Вороны раскричались перед рассветом, как раз когда пришли мои женщины. Я оделась тщательно во все непорочно – белое, начиная с исподнего, белейшего, какое у меня нашлось, до чисто-белой робы простейшего девического покроя, никаких драгоценностей, кроме молитвенника, волосы распущены по плечам. Когда я наклонюсь поцеловать плаху, они будут моим последним покрывалом, скроют мое лицо.

Сэр Генри явился, бряцая доспехами, за ним следовали человек двадцать – тридцать стражников.

– Если вы готовы, миледи…

– Готова.

– Тогда будьте любезны выйти.

– Мне отказано в утешении веры? Я не могу поговорить со священником? Он нахмурился:

– Такого приказа не было.

– Сжальтесь!

– Королева не разрешила!

Странно… ведь она послала своего личного капеллана отравить последние минуты Джейн назойливыми уговорами вернуться в лоно католичества…

По крайней мере от этого, похоже, я избавлена…

– Если вы готовы, мадам…

Двое стражников выступили вперед и взяли меня под локти.

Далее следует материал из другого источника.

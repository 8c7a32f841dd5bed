/**
 * A fit's priors and error model, read and checked: `estimate[i].prior` (`median`, `omega`)
 * and `error` (`additive`, `proportional`). With them a fit is a Bayesian (MAP) estimate
 * (numerics/fit/map-objective.ts). Every problem is a FieldError on the field it concerns.
 */
import type { FitCell } from '../study/types.ts';
import type { CellError } from '../engine/node.ts';
import type { Lookup } from '../expression/evaluate.ts';
import { type Field, field, finiteQuantityOf, fail } from './fields.ts';
import { type Quantity, describe, valueIn } from '../units/quantity.ts';
import { type Dim, sameDim, describeDim, isDimensionless } from '../units/dimension.ts';
import { unitFactor } from '../units/units.ts';
import type { LogNormalPrior } from '../numerics/fit/map-objective.ts';

/** A plain number written as a number, or as an expression to evaluate. */
type NumberField = { readonly path: string; readonly value: number } | Field;

/** The parsed prior and error fields of a fit cell. */
export interface PriorFields {
  /** Per estimate: its prior's median and omega, or undefined without a prior. */
  readonly priors: ReadonlyArray<{ median?: Field; omega?: NumberField } | undefined>;
  readonly additive?: Field;
  readonly proportional?: NumberField;
  /** The expression fields, for the names they read. */
  readonly fields: ReadonlyArray<Field | undefined>;
}

function numberField(v: unknown, path: string, problems: CellError[]): NumberField | undefined {
  if (typeof v === 'number') return { path, value: v };
  return v === undefined ? undefined : field(v, path, problems);
}

/** Parses the fields (problems recorded with their paths), once per cell document. */
export function priorFields(cell: FitCell, at: string, problems: CellError[]): PriorFields {
  const estimates = Array.isArray(cell.estimate) ? cell.estimate : [];
  const priors = estimates.map((e, i) => {
    const pr = e?.prior;
    if (!pr || typeof pr !== 'object') return undefined;
    const path = `${at}.estimate[${i}].prior`;
    return { median: field(pr.median, `${path}.median`, problems), omega: numberField(pr.omega, `${path}.omega`, problems) };
  });
  const err = cell.error && typeof cell.error === 'object' ? cell.error : undefined;
  const additive = err?.additive !== undefined ? field(err.additive, `${at}.error.additive`, problems) : undefined;
  const proportional = numberField(err?.proportional, `${at}.error.proportional`, problems);
  const fields: Array<Field | undefined> = [additive];
  for (const p of priors) fields.push(p?.median, p?.omega && 'expr' in p.omega ? p.omega : undefined);
  if (proportional && 'expr' in proportional) fields.push(proportional);
  return { priors, additive, proportional, fields };
}

/** What an estimate must be for its prior to be checked: its parameter's dimension and the estimate's guess and bounds. */
export interface PriorTarget {
  readonly name: string;
  readonly template: Quantity;
  readonly guess: number;
  readonly upper: number;
  readonly guessPath: string;
  readonly maxPath: string;
}

/** The error model and priors in SI, ready for the MAP fit. */
export interface MapSettings {
  /** Per estimate: its prior (median in SI), or null. */
  readonly priors: ReadonlyArray<LogNormalPrior | null>;
  /** The additive SD in the observed states' SI unit (0 when not given). */
  readonly additive: number;
  readonly proportional: number;
  /** True when some estimate has a prior (a Bayesian estimate); false for an error model alone. */
  readonly bayesian: boolean;
}

/** A plain number from a number field: finite, dimensionless. */
function plainNumber(f: NumberField, lookup: Lookup, what: string): number {
  if (!('expr' in f)) {
    if (!Number.isFinite(f.value)) fail(f.path, `${what} must be a finite number`);
    return f.value;
  }
  const q = finiteQuantityOf(f, lookup);
  if (!isDimensionless(q.dim)) fail(f.path, `${what} must be a plain number (such as 0.3), not ${describe(q)}`, 'unit');
  return q.si;
}

/** A difference in SI: a temperature written on an offset scale (`0.5 degC`) counts as 0.5 K. */
const asDifference = (q: Quantity): number => (q.temp === 'point' ? valueIn(q, q.unit) * unitFactor(q.unit) : q.si);

/**
 * Checks the priors and the error model against the estimates and the observed states;
 * returns null for an ordinary least-squares fit (neither given). Throws FieldError: a prior
 * without an error model (on `error`), a weighting beside an error model, a median of the
 * wrong dimension or not above zero, omega not above zero, a guess or upper bound not above
 * zero under a prior, SDs negative or both zero, an additive SD of another dimension than the
 * observed columns.
 */
export function readMapSettings(cell: FitCell, at: string, pf: PriorFields, targets: readonly PriorTarget[],
  observed: ReadonlyArray<{ readonly column: string; readonly dim: Dim }>, lookup: Lookup): MapSettings | null {
  const anyPrior = pf.priors.some((p) => p !== undefined);
  const hasError = cell.error !== undefined && cell.error !== null;
  if (!anyPrior && !hasError) return null;
  if (!hasError) fail(`${at}.error`, 'a Bayesian (MAP) estimate needs an error model: give the measurements\' additive SD, proportional SD, or both');
  if ((cell.weighting ?? 'none') !== 'none') fail(`${at}.weighting`, `the error model sets the weights: weighting must be "none" beside it, not "${cell.weighting}"`);

  const priors = targets.map((t, i): LogNormalPrior | null => {
    const pr = pf.priors[i];
    if (!pr) return null;
    if (!pr.median || !pr.omega) fail(`${at}.estimate[${i}].prior`, 'a prior needs a median and an omega');
    const m = finiteQuantityOf(pr.median, lookup);
    if (!sameDim(m.dim, t.template.dim)) fail(pr.median.path, `the prior median must be ${describeDim(t.template.dim)} like ${t.name}; it is ${describe(m)}`, 'unit');
    if (!(m.si > 0)) fail(pr.median.path, `the prior median must be above zero (the prior is log-normal); it is ${describe(m)}`);
    const omega = plainNumber(pr.omega, lookup, 'omega');
    if (!(omega > 0)) fail(pr.omega.path, `omega (the SD of log ${t.name}) must be above zero; it is ${omega}`);
    if (!(t.guess > 0)) fail(t.guessPath, `the guess must be above zero: an estimate with a log-normal prior is positive`);
    if (!(t.upper > 0)) fail(t.maxPath, `the upper bound must be above zero: an estimate with a log-normal prior is positive`);
    return { median: m.si, omega };
  });

  let additive = 0;
  if (pf.additive) {
    const q = finiteQuantityOf(pf.additive, lookup);
    const other = observed.find((o) => !sameDim(o.dim, q.dim));
    if (other) fail(pf.additive.path, `the additive SD must be ${describeDim(other.dim)} like the column "${other.column}"; it is ${describe(q)}`, 'unit');
    additive = asDifference(q);
    if (!(additive >= 0)) fail(pf.additive.path, `the additive SD must not be negative; it is ${describe(q)}`);
  }
  const proportional = pf.proportional ? plainNumber(pf.proportional, lookup, 'the proportional SD') : 0;
  if (pf.proportional && !(proportional >= 0)) fail(pf.proportional.path, `the proportional SD must not be negative; it is ${proportional}`);
  if (!(additive > 0) && !(proportional > 0)) fail(pf.additive?.path ?? pf.proportional?.path ?? `${at}.error`, 'the additive and proportional SDs cannot both be zero: give at least one above zero');
  return { priors, additive, proportional, bayesian: anyPrior };
}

Перед глазами поплыло, я не чувствовала под собой пола. Что-то случилось со слухом, я не понимала слов сэра Генри.

– ..ваши носилки внизу. Если вам нужен священник, то священники есть в Вудстоке… Я прошептала, еле шевеля губами:

– Мои носилки?..

Он раздраженно кивнул:

– Разумеется, госпожа! Чтобы отвести вас в Вудсток! Королева распорядилась выпустить вас из Тауэра: вы отправляетесь в Вудсток.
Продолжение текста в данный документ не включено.